• _WORK ORDER_
From the top of the records below down to the line containing "from dosewright.equilibrium import", reproduce every line exactly.

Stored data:

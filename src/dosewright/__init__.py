"""Least-cost reagent trains for the staged precipitation of dissolved metals.

The public names are imported on first use, so that ``import dosewright`` costs nothing.

=====================  =============================================================
``load``               read a flowsheet file
``optimise``           find the cheapest train that meets every limit
``evaluate``           solve and judge one given train
``verify``             check a saved design from its file alone
``equilibrate``        equilibrium of one vessel
``equilibrate_batch``  equilibria of many vessels at once
``catalogue``          the constants in use, each with its source
``Flowsheet``          a problem: feed, reagents, prices, limits
``Trial``              one train solved in full
``Design``             the train that `optimise` chose, with the record of the search
``Verdict``            what `verify` found
``Equilibrium``        what `equilibrate` found
``DosewrightError``    base of all errors raised on purpose
``InputError``         a file, a key or an argument is wrong
``NotConverged``       an equilibrium without a passing certificate
``NoDesign``           no train meets the limits
``__version__``        version of this package
=====================  =============================================================
"""

from __future__ import annotations

from importlib import import_module
from typing import TYPE_CHECKING, Any

if TYPE_CHECKING:
    from dosewright.chemistry import catalogue
    from dosewright.design import Design
    from dosewright.equilibrium import Equilibrium, equilibrate, equilibrate_batch
    from dosewright.errors import DosewrightError, InputError, NoDesign, NotConverged
    from dosewright.flowsheet import Flowsheet, load
    from dosewright.search import optimise
    from dosewright.trial import Trial, evaluate
    from dosewright.verification import Verdict, verify

__version__ = "0.1.0"

#: no module here may bear a public name: importing it would hide the function of that name
_HOME = {
    "Design": "design",
    "DosewrightError": "errors",
    "Equilibrium": "equilibrium",
    "Flowsheet": "flowsheet",
    "InputError": "errors",
    "NoDesign": "errors",
    "NotConverged": "errors",
    "Trial": "trial",
    "Verdict": "verification",
    "catalogue": "chemistry",
    "equilibrate": "equilibrium",
    "equilibrate_batch": "equilibrium",
    "evaluate": "trial",
    "load": "flowsheet",
    "optimise": "search",
    "verify": "verification",
}

__all__ = [
    "Design",
    "DosewrightError",
    "Equilibrium",
    "Flowsheet",
    "InputError",
    "NoDesign",
    "NotConverged",
    "Trial",
    "Verdict",
    "__version__",
    "catalogue",
    "equilibrate",
    "equilibrate_batch",
    "evaluate",
    "load",
    "optimise",
    "verify",
]


def __getattr__(name: str) -> Any:
    """Import a public name on first use."""
    if name not in _HOME:
        raise AttributeError(f"module 'dosewright' has no attribute {name!r}")
    value = getattr(import_module(f"dosewright.{_HOME[name]}"), name)
    globals()[name] = value
    return value


def __dir__() -> list[str]:
    """List the public names."""
    return sorted(__all__)
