def _reagent_limits(run: Run, orders_used: NDArray[np.bool_]) -> list[LimitBatch]:
    """Limits that come with reagents and oxidants; ``orders_used`` (K, R + O) says which apply."""
    flowsheet = run.model.flowsheet
    limits = []
    reagents = list(flowsheet.reagents.values())
    flow = flowsheet.feed.flow_m3_per_h
    for k, stage in enumerate(run.stages):
        where = f"stage {k + 1}"
        for i, reagent in enumerate(reagents):
            if not orders_used[k, i]:
                continue
            if reagent.max_pH is not None:
                limits.append(
                    LimitBatch(
                        f"pH with {reagent.name}",
                        where,
                        "max",
                        stage.states.pH,
                        reagent.max_pH,
                        "",
                        1.0,
                    )
                )
            if reagent.max_dose_kg_per_m3 is not None:
                limits.append(
                    LimitBatch(
                        f"dose of {reagent.name}",
                        where,
                        "max",
                        stage.dose_kg_per_h[:, i] / flow,
                        reagent.max_dose_kg_per_m3,
                        "kg/m3",
                        reagent.max_dose_kg_per_m3,
                    )
                )
        for o, agent in enumerate(flowsheet.oxidants.values()):
            if orders_used[k, len(reagents) + o] and agent.min_pH is not None:
                limits.append(
                    LimitBatch(
                        f"pH with {agent.name}",
                        where,
                        "min",
                        stage.states.pH,
                        agent.min_pH,
                        "",
                        1.0,
                    )
                )
    return limits


def _sum(rows: Sequence[Array], count: int) -> Array:
    return np.sum(rows, axis=0) if rows else np.zeros(count)


def _product_limits(
    run: Run, product: Product, cakes: Sequence[CakeFigures]
) -> tuple[list[LimitBatch], dict[str, Array]]:
    """Limits of one product and the kilograms per hour of each metal it sells."""
    model, count = run.model, run.count
    dry = _sum([c.dry_kg for c in cakes], count)
    safe_dry = np.where(dry > 0.0, dry, 1.0)
    kg = {
        label: _sum([c.element_kg[label] for c in cakes], count)
        for label in (*product.metals, *product.max_impurity)
    }
    metal = _sum([kg[m] for m in product.metals], count)
    fed = sum(float(label_kg_per_h(model, m, model.feed.totals)[0]) for m in product.metals)
    limits = []
    where = product.name
    metals = "+".join(product.metals)
    if product.min_recovery is not None:
        limits.append(
            LimitBatch(
                f"recovery of {metals}",
                where,
                "min",
                100.0 * metal / max(fed, 1e-300),
                100.0 * product.min_recovery,
                "%",
                100.0 * product.min_recovery,
            )
        )
    if product.min_grade is not None:
        limits.append(
            LimitBatch(
                f"grade, {metals} dry",
                where,
                "min",
                100.0 * metal / safe_dry,
                100.0 * product.min_grade,
                "%",
                100.0 * product.min_grade,
            )
        )
    for label, ceiling in product.max_impurity.items():
        limits.append(
            LimitBatch(
                f"{label} dry",
                where,
                "max",
                100.0 * kg[label] / safe_dry,
                100.0 * ceiling,
                "%",
                100.0 * ceiling,
            )
        )
    for family, least in product.min_family.items():
        share = _sum([c.family_kg[family] for c in cakes], count) / safe_dry
        limits.append(
            LimitBatch(
                f"{family} solids dry",
                where,
                "min",
                100.0 * share,
                100.0 * least,
                "%",
                100.0 * least,
            )
        )
    return limits, {m: kg[m] for m in product.metals}


def _in_use(run: Run) -> NDArray[np.bool_]:
    """Reagents and oxidants with any dose in the batch, (K, R + O)."""
    rows = [
        np.concatenate(
            [
                (s.dose_kg_per_h > 0.0).any(axis=0),
                ((s.oxidant_kg_per_h + s.oxidant_m3_per_h) > 0.0).any(axis=0),
            ]
        )
        for s in run.stages
    ]
    flowsheet = run.model.flowsheet
    columns = len(flowsheet.reagents) + len(flowsheet.oxidants)
    return np.array(rows, dtype=np.bool_).reshape(len(rows), columns)


def account(
    run: Run, destinations: Sequence[str], used: NDArray[np.bool_] | None = None
) -> Account:
    """Cost and judge a batch whose cakes go to ``destinations`` (one per stage).

    ``used`` (K, R + O) names the reagents and oxidants whose own limits apply; left out, those
    with any dose in the batch.
    """
    model, flowsheet = run.model, run.model.flowsheet
    count = run.count
    reagents = list(flowsheet.reagents.values())
    oxidants = list(flowsheet.oxidants.values())
    if used is None:
        used = _in_use(run)
    costs: list[CostBatch] = []

    def cost(group: str, item: str, quantity: Array, unit: str, price: float, per: str) -> None:
        costs.append(
            CostBatch(group, item, quantity, unit, f"{price:,.6g} USD/{per}", quantity * price)
        )

    prices = flowsheet.prices
    for i, reagent in enumerate(reagents):
        tonnes = _sum([s.dose_kg_per_h[:, i] for s in run.stages], count) / 1000.0
        if used[:, i].any():
            cost("reagent", reagent.name, tonnes, "t/h", reagent.price_USD_per_t, "t")
    for o, agent in enumerate(oxidants):
        if not used[:, len(reagents) + o].any():
            continue
        if agent.price_USD_per_m3 is not None:
            m3 = _sum([s.oxidant_m3_per_h[:, o] for s in run.stages], count)
            cost("oxidant", agent.name, m3, "m3/h", agent.price_USD_per_m3, "m3")
        else:
            tonnes = _sum([s.oxidant_kg_per_h[:, o] for s in run.stages], count) / 1000.0
            cost("oxidant", agent.name, tonnes, "t/h", agent.price_USD_per_t or 0.0, "t")
    water = _sum([s.make_up_water_kg_per_h for s in run.stages], count) / 1000.0
    if prices.water_USD_per_m3:
        cost("water", "reagent make-up water", water, "m3/h", prices.water_USD_per_m3, "m3")

    figures = [cake_figures(model, s.cake, s.cake_solvent_kg_per_h) for s in run.stages]
    wet = _sum(
        [f.wet_kg for f, d in zip(figures, destinations, strict=True) if d == "waste"], count
    )
    waste = flowsheet.waste_class
    if any(d == "waste" for d in destinations):
        cost(
            "disposal", f"{waste} sludge, wet", wet / 1000.0, "t/h",
            prices.disposal_USD_per_wet_t[waste], "t",
        )  # fmt: skip

    limits = [*_effluent_limits(run), *_reagent_limits(run, used)]
    for product in flowsheet.products:
        cakes = [f for f, d in zip(figures, destinations, strict=True) if d == product.name]
        if product.optional and not cakes:
            continue
        rows, sold = _product_limits(run, product, cakes)
        limits += rows
        for metal, kg in sold.items():
            share = product.payable.get(metal, 0.0)
            if cakes and share > 0.0:
                price = prices.metal_USD_per_t[metal]
                costs.append(
                    CostBatch(
                        "credit",
                        f"{metal} in {product.name}, {100 * share:g} % payable",
                        kg / 1000.0,
                        "t/h",
                        f"{price:,.6g} USD/t",
                        -kg / 1000.0 * price * share,
                    )
                )
    if not costs:
        costs.append(CostBatch("none", "nothing is done", np.zeros(count), "", "", np.zeros(count)))
    return Account(tuple(costs), tuple(limits))


# ---------------------------------------------------------------------------------------------
# one trial, in words and plain data


@dataclass(frozen=True)
class Limit:
    """One limit of one trial, with its margin (positive when met)."""

    name: str
    where: str
    sense: str
    value: float
    bound: float
    unit: str
    margin: float
    met: bool


@dataclass(frozen=True)
class Shortfall:
    """A limit that is missed, and by how much, in the limit's unit."""

    limit: str
    where: str
    value: float
    bound: float
    unit: str
    missed_by: float

    def __str__(self) -> str:
        """One line."""
        unit = f" {self.unit}" if self.unit else ""
        return (
            f"{self.where}: {self.limit} is {self.value:.4g}{unit}, limit {self.bound:.4g}{unit}, "
            f"missed by {self.missed_by:.3g}{unit}"
        )


@dataclass(frozen=True)
class CostLine:
    """One line of the cost account; credits are negative."""

    group: str
    item: str
    quantity: float
    quantity_unit: str
    price: str
    USD_per_h: float


@dataclass(frozen=True)
class Trial:
    """One train, solved in full: cost, limits, streams.

    Attributes
    ----------
    decisions: plain data that `evaluate` accepts back.
    cost_per_hour: USD/h, disposal and credits included; the sum of ``costs``.
    feasible: every limit met by the nonlinear solution.
    shortfalls: the limits missed, with by how much.
    limits, costs, stages, streams, cautions: the tables of the report.
    closure: how the feed assay was closed.
    balance: relative closure of every component, of charge and of water over the whole train.
    """

    flowsheet: Flowsheet
    decisions: dict[str, Any]
    cost_per_hour: float
    feasible: bool
    shortfalls: list[Shortfall]
    limits: list[Limit]
    costs: list[CostLine]
    stages: list[StageReport]
    streams: list[StreamRow]
    cautions: list[Caution]
    closure: ChargeClosure
    balance: dict[str, float] = field(default_factory=dict)
    notes: list[str] = field(default_factory=list)


def orders_of(model: PlantModel, decisions: Mapping[str, Any]) -> tuple[Orders, list[str]]:
    """Turn plain decisions into orders of one trial and the destinations of its cakes."""
    flowsheet = model.flowsheet
    reagents, oxidants = list(flowsheet.reagents), list(flowsheet.oxidants)
    stages = decisions["stages"]
    count = len(stages)
    dose = np.zeros((1, count, len(reagents)))
    oxidant = np.zeros((1, count, len(oxidants)), dtype=bool)
    target = np.full((1, count), np.nan)
    lead = np.zeros((1, count), dtype=np.int64)
    for k, stage in enumerate(stages):
        for name, amount in stage.get("reagents", {}).items():
            i = reagents.index(name)
            if "pH" in amount:
                target[0, k], lead[0, k] = float(amount["pH"]), i
            elif "dose_kg_per_h" in amount:
                dose[0, k, i] = float(amount["dose_kg_per_h"])
            else:
                dose[0, k, i] = float(amount["dose_kg_per_m3"]) * flowsheet.feed.flow_m3_per_h
        if stage.get("oxidant"):
            oxidant[0, k, oxidants.index(stage["oxidant"])] = True
    orders = Orders.of_doses(dose, oxidant).to_pH(lead, target)
    return orders, [s.get("cake", "waste") for s in stages]


def decisions_of(
    model: PlantModel, dose_kg_per_h: Array, oxidant: NDArray[np.bool_], destinations: Sequence[str]
) -> dict[str, Any]:
    """Plain decisions from doses (K, R) kg/h and oxidants (K, O)."""
    flow = model.flowsheet.feed.flow_m3_per_h
    reagents, oxidants = list(model.flowsheet.reagents), list(model.flowsheet.oxidants)
    stages = []
    for k, destination in enumerate(destinations):
        stages.append(
            {
                "reagents": {
                    reagents[i]: {"dose_kg_per_m3": float(dose_kg_per_h[k, i] / flow)}
                    for i in np.flatnonzero(dose_kg_per_h[k] > 0.0)
                },
                "oxidant": next((oxidants[o] for o in np.flatnonzero(oxidant[k])), None),
                "cake": destination,
            }
        )
    return {"stages": stages}


def evaluate(flowsheet: Flowsheet, decisions: Mapping[str, Any]) -> Trial:
    """Solve one train in full and judge it.

    ``decisions`` is plain data: ``{"stages": [{"reagents": {"hydrated lime": {"dose_kg_per_m3":
    1.2}}, "oxidant": None, "cake": "waste"}]}``; in place of a dose, ``{"pH": 6.0}`` asks for the
    dose that gives that pH. Doses are kg of reagent as supplied per m3 of feed.

    Raises
    ------
    InputError
        For decisions that do not fit the flowsheet, or a pH out of reach.
    NotConverged
        When a vessel was not solved.
    """
    check_decisions(flowsheet, decisions)
    return evaluate_on(PlantModel.of(flowsheet), decisions)


def evaluate_on(model: PlantModel, decisions: Mapping[str, Any]) -> Trial:
    """As `evaluate`, on a model already built."""
    orders, destinations = orders_of(model, decisions)
    run = simulate(model, orders)
    if not run.ok[0]:
        if "reach" in run.why_not[0]:
            raise InputError(
                model.flowsheet.source_name,
                [Fault("train", run.why_not[0], "ask for another pH or name another reagent")],
            )
        raise NotConverged(run.why_not[0])
    return report_run(run, destinations)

• _RESULT FOR THIS EXERCISE_
filename src/dosewright/__init__.py
"""Least-cost reagent trains for the staged precipitation of dissolved metals.

The public names are imported on first use, so that ``import dosewright`` costs nothing.

=====================  =============================================================
``load``               read a flowsheet file
``optimise``           find the cheapest train that meets every limit
``evaluate``           solve and judge one given train
``verify``             check a saved design from its file alone
``equilibrate``        equilibrium of one vessel
``equilibrate_batch``  equilibria of many vessels at once
``catalogue``          the constants in use, each with its source
``Flowsheet``          a problem: feed, reagents, prices, limits
``Trial``              one train solved in full
``Design``             the train that `optimise` chose, with the record of the search
``Verdict``            what `verify` found
``Equilibrium``        what `equilibrate` found
``DosewrightError``    base of all errors raised on purpose
``InputError``         a file, a key or an argument is wrong
``NotConverged``       an equilibrium without a passing certificate
``NoDesign``           no train meets the limits
``__version__``        version of this package
=====================  =============================================================
"""

from __future__ import annotations

from importlib import import_module
from typing import TYPE_CHECKING, Any

if TYPE_CHECKING:
    from dosewright.chemistry import catalogue
    from dosewright.design import Design
    from dosewright.equilibrium import Equilibrium, equilibrate, equilibrate_batch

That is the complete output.